Learning- Maintain the right balance. A protein, a carbohydrate, a dairy item, a fruit, and a vegetable. That’s what a meal should look like.

P.C Sayantika Sengupta

Ushasi Dutta

She prefers to keep the tiffin items half-ready and assembles them in the morning. By 7.30 a.m., she has to prepare a full lunch box for her husband, breakfast for him and a morning heavy breakfast for her little boy and his tiffin. Tiffin items mostly include Chicken/paneer tikka roll, homemade chicken or veg burger, mixed rice with paneer, diced chicken and egg, Paneer or sattu paratha + aloo dum, sandwich, Chowmein and pasta

Piyali Deb Prasad Another tip that comes to her rescue is kneading the dough with spinach paste/grated beetroot / grated carrot. It’s a variety of colours and she also makes chutney to accompany the parathas/puris.

Learning- Colours appeal to kids. Break the monotony by adding colours.

P.C Sayantika Sengupta

Arpita Chakrabarty

“Add chopped veggies in atta or oats Atta and make pancakes. I add pasta seasoning and cheese to it too! Saute veggies along with paneer/chicken! Send it with some toasties! If your child has a sweet tooth then make Atta, Jaggery chocolate cakes or muffins! Add chopped vegetables to an egg, and beat well! Line up the muffin tray with pieces of bread, add the egg mix and bake!”

Learning- The child’s preferences, personality and definitely, and taste buds matter. Do not follow anyone blindly. Also, there are allergies and pre-existing medical conditions to consider.

Purba Sen Gupta

Lists down a few easy recipes.

Easy chicken shwarma: Take roti, pre-cooked chicken and shred it. Add mayo, tomato ketchup, roasted masalas which are ground into a powder (bhaja moshla), cucumber and chopped onion. You can add chilli and lemon juice and wrap it.

Easy tacos: In a chapati add tomato sauce, sauteed vegetables, and cheese. You can add paneer or chicken and put it in a sandwich grill.
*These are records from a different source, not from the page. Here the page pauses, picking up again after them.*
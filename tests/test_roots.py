"""Brent's root finder of the shapes (``shapes/roots.py``) against ``scipy.optimize.brentq``.

Source: scipy.optimize.brentq (scipy's zeros/brentq.c, Brent 1973, ch. 4), which ours
follows step for step: the roots must agree to the bit (tolerance 0), including the
iterations that take the bisection and the inverse-quadratic branches.
"""

from __future__ import annotations

import math

import numpy as np
import pytest
from scipy import optimize

from peaksift.errors import FitError
from peaksift.shapes.roots import bounded_minimum, brentq

CASES = [
    (lambda x: x**3 - 2.0 * x - 5.0, 2.0, 3.0),            # Wallis' cubic, root 2.0945...
    (lambda x: math.cos(x) - x, 0.0, 1.0),                 # root 0.739085...
    (lambda x: math.exp(-0.5 * (x - 91.2) ** 2 / 1.6**2) - 0.5, 91.2, 95.0),  # a half-maximum
    (lambda x: math.log(x) - 1.0, 0.01, 100.0),            # root e, far from both ends
    (lambda x: x - 0.3 + 0.05 * math.sin(60.0 * x), -2.0, 3.0),  # wiggles: bisections
    (lambda x: math.atan(40.0 * (x - 0.3)), -1.0, 2.0),    # steep: interpolation overshoots
]


@pytest.mark.parametrize("k", range(len(CASES)))
@pytest.mark.parametrize("tol", [(2e-12, 8.881784197001252e-16), (1e-12, 1e-14), (1e-4, 1e-10)])
def test_same_root_as_scipy_to_the_bit(k, tol):
    f, a, b = CASES[k]
    xtol, rtol = tol
    ours = brentq(f, a, b, xtol=xtol, rtol=rtol)
    ref = optimize.brentq(f, a, b, xtol=xtol, rtol=rtol)
    assert ours == ref  # tolerance 0: the same steps in the same arithmetic
    assert abs(f(ours)) <= abs(f(np.nextafter(ours, a))) + abs(f(np.nextafter(ours, b)))


def test_same_signs_and_no_convergence_are_fit_errors():
    with pytest.raises(FitError, match="different signs"):
        brentq(lambda x: x * x + 1.0, -1.0, 1.0)
    # a fifth-power root: scipy does not converge in 100 iterations either
    with pytest.raises(RuntimeError):
        optimize.brentq(lambda x: (x - 1.0) ** 5, 0.0, 3.5)
    with pytest.raises(FitError, match="no convergence"):
        brentq(lambda x: (x - 1.0) ** 5, 0.0, 3.5)


MINIMA = [
    (lambda x: (x - 1.3) ** 2, 0.0, 3.0),                    # a parabola inside
    (lambda x: math.cos(3.0 * x) + 0.1 * x, 0.0, 2.0),       # a cosine's trough
    (lambda x: x**4 - 3.0 * x**3 + 2.0, -1.0, 4.0),          # flat start, minimum at 2.25
    (lambda x: math.exp(x) - 5.0 * x, 0.0, 1.0),             # on the upper bound
    (lambda x: abs(x - 0.4) + 0.01 * math.sin(40.0 * x), 0.0, 1.0),  # kinked, wiggly
    # the mass-scale profile of SignalNuisances.mass_interval: a two-sided parabola plus a
    # log-normal constraint in the factor
    (lambda k: 0.5 * ((150.0 * k - 152.0) / (1.5 if 150.0 * k > 152.0 else 1.7)) ** 2
     + 0.5 * (math.log(k) / math.log1p(0.002)) ** 2, 0.988, 1.012),
]


@pytest.mark.parametrize("k", range(len(MINIMA)))
@pytest.mark.parametrize("xatol", [1e-5, 1e-10])
def test_same_bounded_minimum_as_scipy_to_the_bit(k, xatol):
    """Source: scipy.optimize.minimize_scalar(method="bounded") (Brent 1973, ch. 5), which
    bounded_minimum follows step for step: x and f(x) equal, tolerance 0."""
    f, a, b = MINIMA[k]
    x, fx = bounded_minimum(f, a, b, xatol=xatol)
    ref = optimize.minimize_scalar(f, bounds=(a, b), method="bounded",
                                   options={"xatol": xatol})
    assert x == float(ref.x) and fx == float(ref.fun)
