def test_background_candidate_figure(results):
    """A background candidate read back from its JSON draws its fit: the spectrum with the
    fit and the pulls beneath, the mass axis named with the pair's symbol; the pulls it
    draws are (n - mu)/sqrt(mu) of its kept counts (computed here), and its fitted counts
    sum to the observed ones (the extended Poisson fit's normalisation condition,
    d NLL / d b = 0; to 1e-6)."""
    from peaksift.stats.background_choice import BackgroundCandidate

    cand = results["background_candidate"]
    back = BackgroundCandidate.from_dict(_json(cand.to_dict()))
    assert back == cand
    n, mu = np.asarray(back.observed), np.asarray(back.expected)
    assert np.sum(mu) == pytest.approx(np.sum(n), rel=1e-6)
    fig = back.plot(symbol=r"m_{\mu\mu}")
    top, pulls = fig.axes
    assert top.get_ylabel() == "candidates / 1 GeV" and pulls.get_ylabel() == "pull"
    assert pulls.get_xlabel() == r"$m_{\mu\mu}$ [GeV]"
    drawn = pulls.patches[0].get_path().vertices[:, 1]  # the stairs of the pulls
    assert np.allclose(sorted(set(np.round(drawn, 9))),
                       sorted(set(np.round(np.r_[0.0, (n - mu) / np.sqrt(mu)], 9))))


def test_window_snapping_is_reported():
    h = MassHistogram(bins=90, range=(110.0, 200.0)).fill(
        110 + np.random.default_rng(3).exponential(30.0, 3000))
    fr = peaksift.fit(h, "gaussian", "exponential", window=(50.0, 300.0),
                      start={"mass": 150.0, "sigma": 2.0})
    assert fr.window == (110.0, 200.0)
    assert any("snapped" in n and "110-200" in n for n in fr.notes)


def _same(python, stored):
    """An attribute and its JSON entry hold the same numbers (None where NaN)."""
    if isinstance(python, float) and hasattr(python, "error"):  # a Measurement
        return stored == {"value": _json(python.value), "error": _json(python.error)}
    if isinstance(python, (np.ndarray, list, tuple)) and isinstance(stored, list):
        if any(isinstance(v, dict) for v in stored):  # results in a list: from_dict checks
            return True
        if not all(v is None or isinstance(v, (int, float, list)) for v in stored):
            return _json(list(python)) == stored  # names, notes
        a = np.array([np.nan if v is None else v for v in np.ravel(stored)], float)
        return np.allclose(np.asarray(python, float).ravel(), a, rtol=1e-12, equal_nan=True)
    if isinstance(python, (int, float, str, bool)) and not isinstance(python, np.generic):
        nan = isinstance(python, float) and np.isnan(python)
        return stored == _json(python) or (stored is None and nan)
    return True  # structures: their parts are checked by from_dict(to_dict(x)) == x
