"""A channel's background function profiled as a discrete choice in the combined scan
(peaksift.stats.channel_envelope): the combined q0 against discrete profiling written here
(Dauncey, Kenzie, Wardle, Davies, JINST 10 (2015) P04015, eq. for the envelope
-2 ln L_env = min_f [-2 ln L_f + a N_f], penalty a = 1 per free parameter), each
assignment's product likelihood of two binned channels (Gaussian signal bin integrals from
scipy.stats.norm.cdf; an exponential and a degree-2 Bernstein polynomial, integrated in
closed form) minimised by iminuit (MIGRAD, strategy 2)."""

from __future__ import annotations

import numpy as np
import pytest
from scipy import stats

from peaksift import Resolution
from peaksift.histogram import MassHistogram
from peaksift.stats.background_choice import candidate_shapes
from peaksift.stats.channels import Channel, combine

SIGMA = 2.0
WINDOW = (110.0, 190.0)
EDGES = np.linspace(*WINDOW, 41)
MASSES = np.array([135.0, 150.0, 165.0])
CONV = (4.0, 2.0)   # L eff of each channel


def _data():
    rng = np.random.default_rng(77)
    # channel A: a falling spectrum with curvature (a mixture), a small peak at 150 GeV
    a = np.concatenate([110.0 + rng.exponential(30.0, 1500), rng.uniform(110.0, 190.0, 700),
                        rng.normal(150.0, SIGMA, 45)])
    b = 110.0 + rng.exponential(45.0, 2000)
    return [MassHistogram.from_masses(x[(x >= 110.0) & (x < 190.0)], bins=EDGES.size - 1,
                                      range=WINDOW) for x in (a, b)]


def _fsig(m):
    lo, hi = WINDOW
    fs = np.diff(stats.norm.cdf(EDGES, m, SIGMA))
    return fs / (stats.norm.cdf(hi, m, SIGMA) - stats.norm.cdf(lo, m, SIGMA))


def _exponential(p):
    e = np.exp(p[0] * (EDGES - WINDOW[0]))
    return np.diff(e) / (e[-1] - e[0])


def _bernstein2(p):
    """Degree-2 Bernstein polynomial with coefficients (1, c1^2, c2^2) on the window, its
    bin integrals from the basis' antiderivatives."""
    u = (EDGES - WINDOW[0]) / (WINDOW[1] - WINDOW[0])
    prim = -(1 - u) ** 3 / 3 + p[0] ** 2 * (u**2 - 2 * u**3 / 3) + p[1] ** 2 * u**3 / 3
    return np.diff(prim) / (prim[-1] - prim[0])


def _reference(ns, mass):
    """(q0 of the envelope, the chosen function of channel A) at ``mass`` for the counts
    ``ns`` of the two channels."""
    from iminuit import Minuit

    fs = _fsig(mass)
    two_nll = {}
    for label, shape, start in (("exppoly1", _exponential, [-0.02]),
                                ("bernstein2", _bernstein2, [0.7, 0.7])):
        npar = len(start)

        def nll(*x, shape=shape, npar=npar):
            mu, b1, b2, s2 = x[0], x[1], x[2], x[3]
            pa = x[4:4 + npar]
            out = 0.0
            for n, k, bb, g in ((ns[0], CONV[0], b1, shape(pa)),
                                (ns[1], CONV[1], b2, _exponential([s2]))):
                m = np.maximum(mu * k * fs + bb * g, 1e-300)
                out += float(np.sum(m - n * np.log(m)))
            return out

        names = ["mu", "b1", "b2", "s2"] + [f"p{j}" for j in range(npar)]
        x0 = [0.0, ns[0].sum(), ns[1].sum(), -0.02] + start
        fits = []
        for free_mu in (False, True):
            m = Minuit(nll, *x0, name=names)
            m.errordef, m.strategy = 0.5, 2
            m.fixed["mu"] = not free_mu
            m.migrad()
            m.migrad()
            assert m.valid
            fits.append(m)
        nll0 = fits[0].fval
        nll1 = fits[1].fval if fits[1].values["mu"] > 0 else nll0
        n_a = npar + 1                  # channel A's free parameters: shape and yield
        two_nll[label] = (2 * nll0 + n_a, 2 * nll1 + n_a)
    env0 = min(v[0] for v in two_nll.values())
    chosen = min(two_nll, key=lambda lab: two_nll[lab][1])
    return env0 - two_nll[chosen][1], chosen


def test_combined_scan_profiles_a_channels_background_function():
    hists = _data()
    cands = candidate_shapes(["exppoly1", "bernstein2"])
    chans = [Channel("a", hists[0], "exponential", CONV[0] / 0.5, signal="gaussian",
                     resolution=Resolution.absolute(SIGMA), efficiency=0.5,
                     background_candidates=cands),
             Channel("b", hists[1], "exponential", CONV[1] / 0.5, signal="gaussian",
                     resolution=Resolution.absolute(SIGMA), efficiency=0.5)]
    c = combine(chans, MASSES, refit=False)
    labels = ["exppoly1", "bernstein2"]
    assert c.envelope["a"]["labels"] == labels and c.envelope["a"]["n_parameters"] == [2, 3]
    assert "b" not in c.envelope  # no candidates: no choice
    plain = combine([Channel(**{**chans[0].__dict__, "background_candidates": None}),
                     chans[1]], MASSES, refit=False)
    for j, m in enumerate(MASSES):
        q_ref, chosen = _reference([np.asarray(h.weight_sum) for h in hists], m)
        # tolerance: the joint fits stop at steps below 0.03 errors (q0 within ~1e-4)
        assert c.q0[j] == pytest.approx(q_ref, abs=2e-3), m
        assert labels[c.envelope["a"]["chosen"][j]] == chosen
    # the choice matters here: a background with curvature is not an exponential
    assert np.any(np.abs(c.q0 - plain.q0) > 0.05)
    assert c.to_dict()["envelope"] == c.envelope
    # one layout with a single search's envelope: the same keys for the same facts
    from peaksift.stats.envelope import envelope_scan

    single = envelope_scan(hists[0], cands, "gaussian", MASSES,
                           absolute_resolution=SIGMA).to_dict()
    assert {k: single[k] for k in c.envelope["a"]} == {
        **c.envelope["a"], "chosen": single["chosen"], "null_choice": single["null_choice"]}
    # a file of the earlier layout (functions; choices by label; a channel without
    # candidates listed with none) reads back the same
    from peaksift.stats.channels import Combination

    d = c.to_dict()
    e = d["envelope"]["a"]
    old = {"a": {"functions": labels, "penalty": e["penalty"], "n_parameters": [2, 3],
                 "null_choice": labels[e["null_choice"]],
                 "chosen": [None if i is None else labels[i] for i in e["chosen"]]},
           "b": {"functions": [], "penalty": 1.0, "n_parameters": [0], "null_choice": None,
                 "chosen": [None] * len(MASSES)}}
    assert Combination.from_dict({**d, "envelope": old}).envelope == c.envelope


def test_combined_toys_profile_the_background_function_too():
    """The global significance's toys: channel a generated from the background-only fit of
    the function its envelope takes at mu = 0 (toy i of channel c from SeedSequence(seed,
    spawn_key=(c, i))), each toy's q0 at its highest point against the same discrete
    profiling written here (iminuit fits of both assignments); the global significance
    runs on them."""
    from peaksift.stats.channel_envelope import envelope_toy_scans
    from peaksift.stats.toys import toy_counts

    hists = _data()
    cands = candidate_shapes(["exppoly1", "bernstein2"])
    chans = [Channel("a", hists[0], "exponential", CONV[0] / 0.5, signal="gaussian",
                     resolution=Resolution.absolute(SIGMA), efficiency=0.5,
                     background_candidates=cands),
             Channel("b", hists[1], "exponential", CONV[1] / 0.5, signal="gaussian",
                     resolution=Resolution.absolute(SIGMA), efficiency=0.5)]
    c = combine(chans, MASSES, refit=False)
    conv = [np.asarray(k) for k in c.conversion.values()]
    scans = envelope_toy_scans(c.envelope_models, conv, 3, seed=9)
    cand_models, _, _, null = c.envelope_models
    checked = 0
    for i in range(3):
        j = int(np.nanargmax(scans[i]))
        if scans[i, j] <= 0.2:
            continue
        ns = [toy_counts(cand_models[ch][null[ch]].expected_background,
                         np.random.SeedSequence(9, spawn_key=(ch,)), i, 1)[0]
              for ch in range(2)]
        q_ref, _ = _reference(ns, MASSES[j])
        assert scans[i, j] == pytest.approx(q_ref, abs=2e-3)
        checked += 1
    assert checked >= 1
    g = c.global_significance("toys", toys=20, seed=9)
    assert g["n_toys"] == 20 and 0.0 <= g["p_global"] <= 1.0


def test_pvalue_figure_draws_a_channels_envelope_scan_when_given():
    """The combined p-value figure draws a channel's own background-envelope scan in place
    of its single-function scan: the line's p-values are the envelope scan's local
    significances as one-sided normal tail probabilities (scipy.stats.norm.sf), the other
    channel keeps its scan."""
    from peaksift.stats.envelope import envelope_scan

    hists = _data()
    cands = candidate_shapes(["exppoly1", "bernstein2"])
    chans = [Channel("a", hists[0], "exponential", CONV[0] / 0.5, signal="gaussian",
                     resolution=Resolution.absolute(SIGMA), efficiency=0.5,
                     background_candidates=cands),
             Channel("b", hists[1], "exponential", CONV[1] / 0.5, signal="gaussian",
                     resolution=Resolution.absolute(SIGMA), efficiency=0.5)]
    c = combine(chans, MASSES, refit=False)
    env = envelope_scan(hists[0], cands, "gaussian", MASSES, absolute_resolution=SIGMA)
    fig = c.plot(channel_scans={"a": (env.masses, stats.norm.sf(env.z_local))})
    lines = {ln.get_label(): ln for ln in fig.axes[0].get_lines()}
    assert set(lines) >= {"a (background envelope)", "b", "combined"}
    assert np.allclose(lines["a (background envelope)"].get_ydata(),
                       np.maximum(stats.norm.sf(env.z_local), 1e-300), rtol=1e-12)
    assert np.allclose(lines["b"].get_ydata(), c.channels["b"].p_local, rtol=1e-12)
Serve with mayo.

Artificial Moghlai: In a batter of flour, milk and egg add abundant veggies. Make pancakes.

P.C Sayantika Sengupta

It is to be noted that peer pressure is the main setback. “X brings chicken nuggets to school daily. They are ready-to-eat packages found in the supermarket.’ Help your child to understand the differences between junk and healthy food. Explain how homemade food is far better than those available outside.

In the end, remember you are the mother. You know your child better than anyone else. Give them what they can eat. Don’t push too hard. Keep a watch on how much they are eating before leaving for school.


National Nutrition Week commences from September 1 till September 7. TSS women share their stories of tiffin box recipes and valuable advice.